### REQUIRED ACTION
In the data below, count every line that holds the string "which" and reply with the number alone.

-*-*-

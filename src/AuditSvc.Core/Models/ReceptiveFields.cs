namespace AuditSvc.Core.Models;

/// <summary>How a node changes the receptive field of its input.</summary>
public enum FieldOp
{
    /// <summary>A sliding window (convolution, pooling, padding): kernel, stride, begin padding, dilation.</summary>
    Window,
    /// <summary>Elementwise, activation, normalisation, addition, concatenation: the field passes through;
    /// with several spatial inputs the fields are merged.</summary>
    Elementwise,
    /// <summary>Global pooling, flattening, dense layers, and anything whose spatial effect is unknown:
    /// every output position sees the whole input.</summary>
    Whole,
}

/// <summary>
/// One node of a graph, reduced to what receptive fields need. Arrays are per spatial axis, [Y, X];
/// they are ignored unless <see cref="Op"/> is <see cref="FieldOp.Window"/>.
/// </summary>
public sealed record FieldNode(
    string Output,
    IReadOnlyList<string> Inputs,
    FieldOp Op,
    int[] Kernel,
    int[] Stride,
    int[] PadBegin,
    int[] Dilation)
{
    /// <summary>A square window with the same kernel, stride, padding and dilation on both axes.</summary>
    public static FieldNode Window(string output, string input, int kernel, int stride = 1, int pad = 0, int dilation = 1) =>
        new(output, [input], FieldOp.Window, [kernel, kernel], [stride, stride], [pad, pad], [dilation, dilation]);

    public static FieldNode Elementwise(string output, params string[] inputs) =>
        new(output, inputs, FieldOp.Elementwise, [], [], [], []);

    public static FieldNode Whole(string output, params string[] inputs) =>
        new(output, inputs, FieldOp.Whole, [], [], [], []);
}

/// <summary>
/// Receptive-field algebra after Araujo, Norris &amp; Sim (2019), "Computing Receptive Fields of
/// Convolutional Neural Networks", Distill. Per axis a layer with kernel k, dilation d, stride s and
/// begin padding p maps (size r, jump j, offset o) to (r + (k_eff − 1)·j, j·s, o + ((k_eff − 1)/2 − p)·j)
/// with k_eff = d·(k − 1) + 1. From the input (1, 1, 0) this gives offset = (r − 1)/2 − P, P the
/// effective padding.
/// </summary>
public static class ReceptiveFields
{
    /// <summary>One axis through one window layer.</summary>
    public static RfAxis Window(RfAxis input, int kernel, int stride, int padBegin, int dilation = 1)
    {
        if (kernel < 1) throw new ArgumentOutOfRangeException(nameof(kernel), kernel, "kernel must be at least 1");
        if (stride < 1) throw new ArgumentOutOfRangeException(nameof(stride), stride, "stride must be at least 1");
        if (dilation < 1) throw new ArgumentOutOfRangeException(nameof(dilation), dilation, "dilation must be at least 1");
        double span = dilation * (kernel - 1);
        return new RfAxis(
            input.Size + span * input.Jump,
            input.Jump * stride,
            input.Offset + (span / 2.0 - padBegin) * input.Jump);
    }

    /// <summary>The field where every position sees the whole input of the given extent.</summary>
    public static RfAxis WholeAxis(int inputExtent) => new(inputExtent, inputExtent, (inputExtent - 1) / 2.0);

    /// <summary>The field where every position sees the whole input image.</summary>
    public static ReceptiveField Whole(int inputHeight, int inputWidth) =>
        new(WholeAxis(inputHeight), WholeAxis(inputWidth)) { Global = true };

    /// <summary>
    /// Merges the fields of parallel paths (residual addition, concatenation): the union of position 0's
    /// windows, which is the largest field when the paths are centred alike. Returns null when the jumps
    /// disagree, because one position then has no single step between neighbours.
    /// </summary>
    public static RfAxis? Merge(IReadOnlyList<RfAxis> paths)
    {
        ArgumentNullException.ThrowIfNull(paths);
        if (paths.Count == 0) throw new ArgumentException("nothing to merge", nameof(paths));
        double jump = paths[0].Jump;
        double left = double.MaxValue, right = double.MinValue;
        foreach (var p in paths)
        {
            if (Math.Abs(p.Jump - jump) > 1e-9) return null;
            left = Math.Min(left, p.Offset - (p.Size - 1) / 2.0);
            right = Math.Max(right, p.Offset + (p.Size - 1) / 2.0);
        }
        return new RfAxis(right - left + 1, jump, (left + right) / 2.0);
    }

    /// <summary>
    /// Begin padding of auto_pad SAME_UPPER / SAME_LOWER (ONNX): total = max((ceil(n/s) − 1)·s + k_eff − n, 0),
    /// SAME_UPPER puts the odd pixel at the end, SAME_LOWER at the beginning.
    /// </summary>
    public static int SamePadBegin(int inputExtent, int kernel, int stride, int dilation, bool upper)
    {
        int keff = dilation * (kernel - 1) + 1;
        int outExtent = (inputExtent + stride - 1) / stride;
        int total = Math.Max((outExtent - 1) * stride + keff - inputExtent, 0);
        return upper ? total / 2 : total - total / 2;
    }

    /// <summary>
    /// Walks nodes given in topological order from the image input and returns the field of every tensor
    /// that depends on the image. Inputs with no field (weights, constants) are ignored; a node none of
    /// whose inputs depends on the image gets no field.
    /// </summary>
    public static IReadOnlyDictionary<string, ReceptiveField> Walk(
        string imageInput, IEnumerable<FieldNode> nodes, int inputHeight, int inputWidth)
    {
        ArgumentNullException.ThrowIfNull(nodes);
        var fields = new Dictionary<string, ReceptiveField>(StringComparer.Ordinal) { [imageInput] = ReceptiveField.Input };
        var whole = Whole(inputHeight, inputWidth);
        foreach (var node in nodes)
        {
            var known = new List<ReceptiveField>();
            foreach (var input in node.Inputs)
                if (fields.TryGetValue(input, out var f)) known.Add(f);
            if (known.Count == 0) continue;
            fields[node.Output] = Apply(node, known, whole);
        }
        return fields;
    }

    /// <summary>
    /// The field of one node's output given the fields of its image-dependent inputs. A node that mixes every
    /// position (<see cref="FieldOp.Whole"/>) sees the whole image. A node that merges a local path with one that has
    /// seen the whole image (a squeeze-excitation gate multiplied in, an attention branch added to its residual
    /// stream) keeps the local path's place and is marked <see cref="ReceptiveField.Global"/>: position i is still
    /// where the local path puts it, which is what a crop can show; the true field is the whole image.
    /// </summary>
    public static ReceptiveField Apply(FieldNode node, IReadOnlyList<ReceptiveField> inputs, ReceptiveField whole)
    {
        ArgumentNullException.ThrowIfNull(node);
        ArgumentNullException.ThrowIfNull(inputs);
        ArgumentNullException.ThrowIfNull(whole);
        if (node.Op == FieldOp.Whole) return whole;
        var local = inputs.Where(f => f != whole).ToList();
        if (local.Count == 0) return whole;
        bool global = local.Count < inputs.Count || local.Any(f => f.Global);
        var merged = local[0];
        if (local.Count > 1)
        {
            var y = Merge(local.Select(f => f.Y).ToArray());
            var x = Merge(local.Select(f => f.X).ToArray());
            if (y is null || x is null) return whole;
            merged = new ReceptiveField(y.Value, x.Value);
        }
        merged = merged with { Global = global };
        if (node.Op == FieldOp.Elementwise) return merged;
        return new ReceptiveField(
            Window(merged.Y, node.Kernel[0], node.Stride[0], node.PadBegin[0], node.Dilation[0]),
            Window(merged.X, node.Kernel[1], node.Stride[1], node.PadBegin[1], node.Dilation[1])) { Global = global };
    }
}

-*-*-

### SOLUTION TO THIS TASK
2